We Miss the Embarrassment
The historical John the Baptist, until his arrest, was probably Jesus’ teacher and master. In this world, the greater always leads and informs the lesser, and students cannot be greater than their teacher, nor can followers be held in higher regard than the leader. This cultural truth embarrasses “Mark.” While he won’t vilify the other hero John, he must lower him so as not to support a rivalry in the minds of readers between two Israelite heroes.
“Mark” carefully does this. He crafts culturally-plausible dialogue into John’s mouth, claiming abject unworthiness (Mark 1:7). Another thing missing from American Gospel readers’ understanding is that sayings found in the Gospels need not correspond to something factually said by the historical person presented. But that’s fine! Galilean peasant Mary lived her Magnificat (Luke 1:46-55) even if she never actually spoke those words “Luke” places in her mouth. The same applies to John the Baptist in “Mark.”
In the 20s CE, Jesus probably appeared quite inferior to John the Baptist. Later, Gospel writers had to grapple with this. Writing around 70 CE, authors like “Mark” basked in the Easter-light of the Risen Jesus, benefitted from an after-the-fact perspective. Hence, they wrote accordingly.
We Miss the Shame of Jesus’ Origins
“Mark” knows his audience won’t miss the shamefulness of the historical Jesus’ actions. Jesus historically left Nazareth, his ingroup-self, to go join with John and his movement. Although those from a geographically-mobile American perspective miss it, to do that seemed pretty shameful to Mediterranean readers.
Jesus had questionable parentage. In “Mark,” Jesus is identified strangely as “the son of Mary.” That’s an insulting way of saying, “we aren’t sure who his father is.” This is a world where blood tests and DNA are missing, folks. Who is the actual father of any child in the Bible? Biblically speaking, only the male who acknowledges publicly a baby as his own turns a child into his daughter or son.

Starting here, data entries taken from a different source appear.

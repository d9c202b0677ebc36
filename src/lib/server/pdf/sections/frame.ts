import type { Content } from 'pdfmake/interfaces';
import { numberWords, shortHash, statusWords } from '../document-words';
import { INK, INK_SOFT, MARGIN, RULE, TONE } from '../print-style';
import type { SheetContext } from '../sheet-context';
import { figures } from '../typeset';

/** Head of a sheet: section on the left, document on the right, ruled. */
export function sheetHead(left: string, right: string): Content {
	return {
		margin: [MARGIN, 34, MARGIN, 0],
		table: {
			widths: ['*', 'auto'],
			body: [
				[
					{ text: left, bold: true, fontSize: 9.5 },
					{ text: right, color: INK_SOFT, fontSize: 8.5, alignment: 'right', margin: [0, 1, 0, 0] }
				]
			]
		},
		layout: {
			hLineWidth: (i) => (i === 1 ? 0.9 : 0),
			vLineWidth: () => 0,
			hLineColor: () => INK,
			paddingLeft: () => 0,
			paddingRight: () => 0,
			paddingTop: () => 0,
			paddingBottom: () => 8
		}
	};
}

function cell(label: string, value: string, mono = false, attention = false): Content {
	return {
		stack: [
			{ text: label, fontSize: 5.8, color: INK_SOFT },
			{
				text: mono ? figures(value) : value,
				fontSize: mono ? 7 : 7.3,
				margin: [0, 1, 0, 0],
				...(attention ? { color: TONE.oxide.text, bold: true } : {})
			}
		]
	};
}

/** Title block at the foot of every sheet, as on a drawing. */
export function titleBlock(context: SheetContext, page: number, pages: number): Content {
	const { model } = context;
	const draft = model.document.issuedAt === null;
	return {
		margin: [MARGIN, 14, MARGIN, 0],
		table: {
			widths: ['*', 88, 82, 28, 54, 112],
			heights: 24,
			body: [
				[
					cell('Client · site', `${model.client.name} · ${model.site.name}`),
					cell('Document', numberWords(model), model.document.number !== null),
					cell('Status', statusWords(model), false, draft),
					cell('Rev.', model.document.revision, true),
					cell('Page', `${page} of ${pages}`),
					cell('Data hash (SHA-256)', shortHash(model.lineage.dataSha256), true)
				]
			]
		},
		layout: {
			hLineWidth: () => 0.8,
			vLineWidth: (i, node) => (i === 0 || i === (node.table.widths?.length ?? 0) ? 0.8 : 0.4),
			hLineColor: () => INK,
			vLineColor: (i, node) => (i === 0 || i === (node.table.widths?.length ?? 0) ? INK : RULE),
			paddingLeft: () => 5,
			paddingRight: () => 4,
			paddingTop: () => 3,
			paddingBottom: () => 3
		}
	};
}
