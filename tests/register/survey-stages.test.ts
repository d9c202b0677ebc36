import { describe, expect, it } from 'vitest';
import { nextStage, surveyStages, type SurveyProgress } from '$lib/register/survey-stages';

const fresh: SurveyProgress = {
	surveyId: 's1',
	point: { kind: 'pcc', system: 'four-wire', gaps: [] },
	captures: { count: 0, files: 0, duration_s: 0, recognised: 0, working: 0, failed: 0, blocking: 0 },
	readings: { analyses: 0, intervals: 0, flagged: 0 },
	assessment: null,
	actions: { count: 0, open: 0 },
	report: null
};
const measured: SurveyProgress = {
	...fresh,
	captures: { ...fresh.captures, count: 1, files: 3, duration_s: 613_440 },
	readings: { analyses: 1, intervals: 1008, flagged: 6 }
};
const judged: SurveyProgress = {
	...measured,
	assessment: {
		verdict: 'exceeds',
		evidence: 'weekly',
		advisory: false,
		governing: [5, 'TDD'],
		outdated: false
	}
};
const texts = (progress: SurveyProgress) =>
	Object.fromEntries(Object.entries(surveyStages(progress)).map(([key, stage]) => [key, stage.text]));

describe('stages of a survey', () => {
	it('a fresh one starts with captures and says what the rest waits for', () => {
		const stages = surveyStages(fresh);
		expect(texts(fresh)).toMatchObject({
			point: 'PCC, 4-wire',
			captures: 'none yet',
			readings: 'needs a capture'
		});
		expect(stages.readings.progress).toBe('blocked');
		expect(stages.verdict.progress).toBe('blocked');
		expect(nextStage(stages)).toBe('captures');
	});

	it('an incomplete point is where work goes on', () => {
		const gaps = [{ fact: 'demand-current' as const, short: 'needs a demand current', sentence: '' }];
		const stages = surveyStages({ ...fresh, point: { ...fresh.point, gaps } });
		expect(stages.point).toMatchObject({ progress: 'open', text: 'PCC, 4-wire; needs a demand current' });
		expect(nextStage(stages)).toBe('point');
	});

	it('names the orders that govern', () => {
		expect(texts(judged)).toMatchObject({
			captures: '3 files, 7\u00a0d 2\u00a0h',
			readings: '1,008 intervals, 6 flagged',
			verdict: 'exceeds: 5th, TDD',
			remedies: 'not started',
			report: 'not started'
		});
		const many: SurveyProgress = {
			...judged,
			assessment: { ...judged.assessment!, governing: [5, 7, 11, 13, 'TDD'], advisory: true }
		};
		expect(texts(many)['verdict']).toBe('exceeds: 5th, 7th, 11th and 2 more (advisory)');
	});

	it('a verdict made before the last change is open again', () => {
		const stages = surveyStages({ ...judged, assessment: { ...judged.assessment!, outdated: true } });
		expect(stages.verdict).toMatchObject({ progress: 'open', text: 'exceeds: 5th, TDD; out of date' });
		expect(nextStage(stages)).toBe('verdict');
	});

	it('goes on to the report once judged, and stays there', () => {
		expect(nextStage(surveyStages(judged))).toBe('report');
		const issued: SurveyProgress = { ...judged, report: { status: 'issued', revision: 'B' } };
		expect(surveyStages(issued).report).toMatchObject({ progress: 'done', text: 'issued, rev B' });
		expect(nextStage(surveyStages(issued))).toBe('report');
	});

	it('shows unconfirmed and failed captures', () => {
		const of = (captures: Partial<SurveyProgress['captures']>) =>
			surveyStages({ ...measured, captures: { ...measured.captures, ...captures } }).captures;
		expect(of({ recognised: 1 })).toMatchObject({
			progress: 'open',
			text: '3 files, 7\u00a0d 2\u00a0h; 1 to confirm'
		});
		expect(of({ failed: 2 }).text).toContain('2 failed');
	});
});
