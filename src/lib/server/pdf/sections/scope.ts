import type { Content } from 'pdfmake/interfaces';
import { SYSTEM_WORDS } from '../../../register/point-facts';
import { ADVISORY_STATEMENT } from '../../../report/cautions';
import { formatCurrent, formatNumber, formatVoltage } from '../../../units/format';
import { measuredWords, pointKindWords } from '../document-words';
import { contentWidth } from '../print-style';
import type { SheetContext } from '../sheet-context';
import { singleLineSvg } from '../single-line-drawing';
import { bullets, facts, heading, paragraph, soft } from '../typeset';

function ratioWords({ model }: SheetContext): string {
	const { ctRatio, vtRatio } = model.point;
	const parts = [
		ctRatio
			? `CT ${ctRatio.primary_A} A : ${ctRatio.secondary_A} A`
			: 'no current transformer ratio applied at the point',
		vtRatio
			? `VT ${vtRatio.primary_V} V : ${vtRatio.secondary_V} V`
			: 'no voltage transformer ratio applied at the point'
	];
	return parts.join('; ');
}

function working(title: string, lines: readonly string[], absent: string): Content[] {
	return [...heading(title), lines.length === 0 ? soft(absent) : bullets(lines, lines.length > 5 ? 7.5 : 9)];
}

export function scopeSection(context: SheetContext): Content[] {
	const { model } = context;
	const { point, site, client } = model;
	const names = point.phaseNames;
	return [
		paragraph(
			`This report compares the harmonic distortion measured at ${point.name}, ${site.name}, with ${model.verdict.limitSetTitle}. It covers the orders, phases and statistical rules listed under “Results”, for the time measured, and nothing else.`
		),
		facts([
			['Client', client.name],
			['Site', [site.name, site.address].filter(Boolean).join(', ')],
			['Supply network', site.utility || 'not given'],
			['Point', `${point.name}, ${pointKindWords(model)}`],
			[
				'System',
				`${formatVoltage(point.nominalVoltage_V)}, ${point.nominalFrequency_Hz} Hz, ${SYSTEM_WORDS[point.system].word.toLowerCase()}`
			],
			['Phases', `${names.L1}, ${names.L2}, ${names.L3}; neutral ${names.N}`],
			[
				'Demand current I_L',
				point.demandCurrent_A === null
					? 'not known: current is not assessed'
					: formatCurrent(point.demandCurrent_A)
			],
			[
				'Short-circuit current I_sc',
				point.shortCircuitCurrent_A === null
					? 'not known'
					: `${formatCurrent(point.shortCircuitCurrent_A)}, ${point.shortCircuitOrigin}`
			],
			[
				'Ratio I_sc/I_L',
				point.shortCircuitRatio === null
					? 'not known'
					: formatNumber(point.shortCircuitRatio, { decimals: 1 })
			],
			['Transformer ratios', ratioWords(context)],
			['Limit set', `${model.verdict.limitSetTitle}. ${point.limitSetReason}`.trim()],
			['Measured', measuredWords(model)]
		]),
		...(model.verdict.advisory ? [paragraph(ADVISORY_STATEMENT, { bold: true })] : []),
		...heading('Where it was measured'),
		{
			svg: singleLineSvg(point, site.utility, contentWidth(model.practice.paper)),
			width: contentWidth(model.practice.paper),
			margin: [0, 0, 0, 6]
		},
		...working('How the demand current was obtained', point.demandWorking, 'Not known.'),
		...working('How the short-circuit current was obtained', point.shortCircuitWorking, 'Not known.')
	];
}
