import type { Content } from 'pdfmake/interfaces';
import { decisionRuleWords } from '../../../report/rule-words';
import type { SheetContext } from '../sheet-context';
import { bullets, heading, paragraph, ruledTable, soft } from '../typeset';

function windowWords(frequency_Hz: 50 | 60): string {
	return frequency_Hz === 50 ? '10 cycles' : '12 cycles';
}

export function methodSection(context: SheetContext): Content[] {
	const { model } = context;
	const { method, point } = model;
	return [
		paragraph(
			`Harmonics are taken from windows of ${windowWords(point.nominalFrequency_Hz)} of the measured fundamental, about 200 ms, joined without gap or overlap (IEC 61000-4-7). Each order is the harmonic subgroup: the line of the order and its two neighbours, combined as root of the sum of squares. Fifteen windows make a 3-second value; ten minutes of the clock make a 10-minute value (IEC 61000-4-30).`
		),
		paragraph(
			'Intervals during a dip, a swell or an interruption are flagged. They are left out where the rule says so, counted, and listed under “Data quality”.'
		),
		paragraph(decisionRuleWords(method.decisionRule)),
		paragraph(
			'Comparison is on unrounded values; figures are rounded for print only, and never so that a value and its limit look equal when they are not.'
		),
		...heading('Tables applied', `${method.limitSetTitle}`),
		ruledTable(
			[
				{ head: 'Table', width: 130 },
				{ head: 'Clause', width: 60 },
				{ head: 'Percent of', width: 130 },
				{ head: 'Why this table and row', width: '*' }
			],
			method.tables.map((t) => [t.title, t.clause, t.basisText, t.selection])
		),
		...heading('Statistical rules'),
		method.statistics.length === 0
			? soft('The limit set states no statistical rule.')
			: ruledTable(
					[
						{ head: 'Quantity', width: 60 },
						{ head: 'Rule', width: '*' },
						{ head: 'Times the limit', width: 80, align: 'right', mono: true },
						{ head: 'Clause', width: 70 }
					],
					method.statistics.map((s) => [s.quantity, s.text, `× ${s.multiplier}`, s.clause])
				),
		...heading('How far the evidence reaches'),
		paragraph(`Evidence: ${model.verdict.evidenceText}`),
		bullets([
			'weekly: everything the rule asks for was measured;',
			'partial: part of the period was measured, and its share is stated with each figure;',
			'snapshot: the capture is too short for any percentile, and its comparison with the limits is indicative only.'
		])
	];
}
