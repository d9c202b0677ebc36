// The analysis worker is its own Node program. It is built after the application, because the
// adapter empties build/ first.
import { fileURLToPath } from 'node:url';
import { defineConfig } from 'vite';

export default defineConfig({
	publicDir: false,
	resolve: { alias: { $lib: fileURLToPath(new URL('./src/lib', import.meta.url)) } },
	build: {
		ssr: true,
		rollupOptions: {
			input: {
				main: 'src/lib/server/worker/main.ts',
				'window-thread': 'src/lib/server/analysis/pool/window-thread.ts'
			}
		},
		outDir: 'build/worker',
		emptyOutDir: true,
		target: 'node20'
	}
});
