import type { Content, TableCell } from 'pdfmake/interfaces';
import { formatCurrent, formatNumber, formatShare } from '../../../units/format';
import { decimalsBeside } from '../../../units/format-beside';
import type { ReportRow, ReportRule, ReportTable } from '../../../report/report-model';
import { isNotableLevel } from '../../../report/verdict-table';
import type { Phase } from '../../../recording/phase';
import { contentWidth, INK, INK_SOFT, OXIDE_WASH, TONE } from '../print-style';
import type { SheetContext } from '../sheet-context';
import { bullets, figures, heading, paragraph, rich, ruledTable, soft, verdictTag } from '../typeset';

function worstOf(
	values: readonly { phase: Phase; value_pct: number }[]
): { phase: Phase; value_pct: number } | null {
	// The neutral is reported with the findings and judged nowhere.
	const lines = values.filter(({ phase }) => phase !== 'N');
	return lines.reduce<{ phase: Phase; value_pct: number } | null>(
		(worst, value) => (worst === null || value.value_pct > worst.value_pct ? value : worst),
		null
	);
}

function keyFigure(label: string, value: string, note: string): TableCell {
	return {
		stack: [
			{ text: rich(label), fontSize: 7.5, color: INK_SOFT },
			{ text: figures(value), fontSize: 14, margin: [0, 2, 0, 1] },
			{ text: rich(note), fontSize: 7.5, color: INK_SOFT }
		]
	};
}

function keyFigures({ model, phase }: SheetContext): Content {
	const { headline } = model.verdict;
	const figure = (
		label: string,
		values: readonly { phase: Phase; value_pct: number }[],
		note: string
	): TableCell => {
		const worst = worstOf(values);
		return worst === null
			? keyFigure(label, '–', 'not measured')
			: keyFigure(label, `${formatNumber(worst.value_pct)} %`, `phase ${phase(worst.phase)}, ${note}`);
	};
	return {
		table: {
			widths: ['*', '*', '*', '*'],
			body: [
				[
					figure('Current TDD', headline.tdd, 'of I_L'),
					figure('Current THD', headline.currentThd, 'of the fundamental'),
					figure('Voltage THD', headline.voltageThd, 'of the fundamental'),
					keyFigure(
						'Demand current I_L',
						formatCurrent(model.point.demandCurrent_A),
						model.point.shortCircuitRatio === null
							? 'I_sc/I_L not known'
							: `I_sc/I_L ${formatNumber(model.point.shortCircuitRatio, { decimals: 1 })}`
					)
				]
			]
		},
		margin: [0, 4, 0, 10],
		layout: {
			hLineWidth: () => 0.7,
			vLineWidth: () => 0,
			hLineColor: () => INK,
			paddingLeft: () => 2,
			paddingRight: () => 6,
			paddingTop: () => 5,
			paddingBottom: () => 5
		}
	};
}

/** One page: what each table says, which figure governs it, what is missing. */
export function dashboardSection(context: SheetContext): Content[] {
	const { model, phase } = context;
	const rows = model.tables.map((table) => {
		const worst = worstRow(table);
		return [
			table.title,
			worst === null ? 'nothing assessed' : `${worst.label}, phase ${phase(worst.worstPhase)}`,
			worst === null ? '–' : valueText(worst, worst.worstPhase),
			worst === null ? '–' : limitText(worst),
			utilisationText(worst?.utilisation ?? null),
			verdictTag(table.verdict, { advisory: model.verdict.advisory })
		];
	});
	return [
		{
			...(verdictTag(model.verdict.verdict, { size: 10, advisory: model.verdict.advisory }) as object),
			margin: [0, 0, 0, 6]
		} as Content,
		paragraph(model.verdict.sentence, { fontSize: 11.5 }),
		keyFigures(context),
		...heading('Table by table', 'The figure that comes nearest to its limit, or goes furthest beyond it.'),
		ruledTable(
			[
				{ head: 'Table', width: '*' },
				{ head: 'Governing figure', width: 100 },
				{ head: 'Value %', width: 48, align: 'right', mono: true },
				{ head: 'Limit %', width: 48, align: 'right', mono: true },
				{ head: 'Utilisation %', width: 54, align: 'right', mono: true },
				{ head: 'Verdict', width: 126 }
			],
			rows
		),
		...(model.verdict.overLimit.length === 0
			? []
			: [paragraph(`Over their limit: ${model.verdict.overLimit.join(', ')}.`)]),
		...(model.verdict.missing.length === 0
			? []
			: [...heading('What is missing, and what it is needed for'), bullets(model.verdict.missing)]),
		soft(
			`Intervals used and flagged: ${formatNumber(model.quality.intervalTotal, { decimals: 0 })} in all, ${formatNumber(model.quality.flaggedTotal, { decimals: 0 })} flagged.`
		)
	];
}

function worstRow(table: ReportTable): ReportRow | null {
	return table.rules
		.flatMap((rule) => rule.rows)
		.reduce<ReportRow | null>(
			(worst, row) =>
				row.utilisation !== null && (worst === null || row.utilisation > (worst.utilisation ?? -1))
					? row
					: worst,
			null
		);
}

function valueText(row: ReportRow, phase: Phase): string {
	const value = row.cells.find((cell) => cell.phase === phase)?.value_pct ?? null;
	if (value === null) return '–';
	return formatNumber(value, { decimals: row.limit_pct === null ? 2 : decimalsBeside(value, row.limit_pct) });
}

function limitText(row: ReportRow): string {
	if (row.limit_pct === null) return '–';
	const decimals = Math.max(
		...row.cells.map((cell) =>
			cell.value_pct === null ? 2 : decimalsBeside(cell.value_pct, row.limit_pct ?? NaN)
		)
	);
	return formatNumber(row.limit_pct, { decimals });
}

function utilisationText(utilisation: number | null): string {
	return utilisation === null
		? '–'
		: formatNumber(utilisation * 100, { decimals: decimalsBeside(utilisation * 100, 100, 0) });
}

function ruleTable({ model, phase }: SheetContext, table: ReportTable, rule: ReportRule): Content[] {
	const notable = rule.rows.filter((row) => isNotableLevel(row.order === null, row.verdict, row.utilisation));
	const left = rule.rows.length - notable.length;
	const cells = (row: ReportRow): (string | Content)[] => [
		row.label,
		...table.phases.map((p): string | Content => {
			const over = row.cells.find((c) => c.phase === p)?.verdict === 'exceeds';
			return over
				? {
						text: figures(valueText(row, p)),
						fontSize: 7.7,
						alignment: 'right',
						color: TONE.oxide.text,
						bold: true
					}
				: valueText(row, p);
		}),
		limitText(row),
		utilisationText(row.utilisation),
		verdictTag(row.verdict, { advisory: model.verdict.advisory })
	];
	return [
		...heading(sentenceCase(rule.text), `Percent ${table.ofWhat}. Utilisation is that of the worst phase.`),
		ruledTable(
			[
				{ head: 'Order', width: 36 },
				...table.phases.map((p) => ({
					head: `Phase ${phase(p)}`,
					width: '*',
					align: 'right' as const,
					mono: true
				})),
				{ head: 'Limit', width: 48, align: 'right', mono: true },
				{ head: 'Utilisation %', width: 56, align: 'right', mono: true },
				{ head: 'Verdict', width: 128 }
			],
			notable.map(cells),
			{ wash: (i) => (notable[i]?.verdict === 'exceeds' ? OXIDE_WASH : null), margin: [0, 0, 0, 4] }
		),
		soft(
			left === 0
				? 'Every order is listed.'
				: `${left} further ${left === 1 ? 'order lies' : 'orders lie'} below a tenth of the limit and ${left === 1 ? 'is' : 'are'} compliant; all values stand in appendix B.`
		)
	];
}

function notAssessed({ phase }: SheetContext, rule: ReportRule): Content[] {
	const reasons = new Map<string, string[]>();
	for (const row of rule.rows.filter((r) => r.verdict === 'not-assessed'))
		reasons.set(row.reason, [...(reasons.get(row.reason) ?? []), `${row.label} (${phase(row.worstPhase)})`]);
	if (reasons.size === 0) return [];
	return [
		soft('Not assessed, and why:', { margin: [0, 2, 0, 2] }),
		bullets(
			[...reasons].map(
				([reason, rows]) => `${rows.length > 6 ? `${rows.length} rows` : rows.join(', ')}: ${reason}`
			)
		)
	];
}

/** One table of the standard: spectrum, then a table for each statistical rule. */
export function tableSection(context: SheetContext, table: ReportTable): Content[] {
	const { model, drawings } = context;
	const at = model.spectra.findIndex((spectrum) => spectrum.tableKey === table.key);
	const spectrum = model.spectra[at];
	const drawing = drawings.spectra[at];
	const assessed = table.rules.flatMap((rule) => rule.rows.filter((row) => row.verdict !== 'not-assessed'));
	const coverage = Math.min(...assessed.map((row) => row.coverage), 1);
	return [
		paragraph(`${table.title}, ${clauseWords(table.clause)}. ${table.selection}`),
		soft(
			`Evidence: ${table.evidence}${table.evidence === 'partial' ? `, at least ${formatShare(coverage)} of the period covered` : ''}.`
		),
		...(spectrum && drawing
			? [
					...heading(spectrum.title),
					{ svg: drawing, width: contentWidth(model.practice.paper), margin: [0, 0, 0, 4] } as Content
				]
			: []),
		...table.rules.flatMap((rule) =>
			rule.rows.every((row) => row.verdict === 'not-assessed')
				? [...heading(sentenceCase(rule.text)), ...notAssessed(context, rule)]
				: [...ruleTable(context, table, rule), ...notAssessed(context, rule)]
		)
	];
}

function sentenceCase(text: string): string {
	return text.charAt(0).toUpperCase() + text.slice(1);
}

function clauseWords(clause: string): string {
	return /^\d/.test(clause) ? `clause ${clause}` : clause;
}

/** Waveform of the worst window and the trends, where there are any. */
export function recordingsSection(context: SheetContext): Content[] {
	const { model, drawings } = context;
	const width = contentWidth(model.practice.paper);
	return [
		...(model.waveform === null
			? []
			: [
					...heading(model.waveform.title, `From ${model.waveform.captureName}. Primary values.`),
					...drawings.waveform.map((svg): Content => ({ svg, width }))
				]),
		...model.trends.flatMap((trend, i) => [
			...heading(trend.title, `Percent ${trend.ofWhat}.`),
			{ svg: drawings.trends[i] ?? '', width } as Content
		])
	];
}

We Miss our Christmas Devotions!
When reading Mark 1, put all your Christmas decorations away. Put away the Nativity scene, Joseph, and any angels. “Mark,” the earliest narrative Gospel, is oblivious to any of that, so it cannot provide them to us. Folks, many considered Jesus to be a bastard. Ultimately, the sacred author wrote mindful of this scandal.
Mark 1:10-11
On coming up out of the water he saw the sky-vaults being torn open and the Spirit, like a dove, descending upon him. And a voice came from the sky-vaults, “You are my beloved Son; with you I am well pleased.”
Throughout “Mark,” repeatedly the spirit world identifies Jesus as “son of God” or “holy man.” At his baptism, the Divine Voice confirms this for Jesus and John. From Genesis to Revelation, God’s preferred means of communicating to creatures is Altered States of Consciousness experiences.
For ancient Mediterranean readers of “Mark” who considered honor to be everything, a peasant day laborer and artisan from a tiny hamlet could never legitimately be imagined as a great public hero (Mark 6:2-3). But who would dare contest the patron God’s own chosen one, his own son? God’s Word seals the deal.
Summing Up
So much is missing when American Christians read this Gospel story. Ours is not a culture that regularly engages in communicating spirits from Alternate Reality. We tend to block out ASC experiences, except when sleeping or under the influence of a controlled substance. Therefore much of this Sunday’s Gospel story simply doesn’t engage us.
But for our Mediterranean ancestors in the faith, it was a critically important opener to the First Gospel.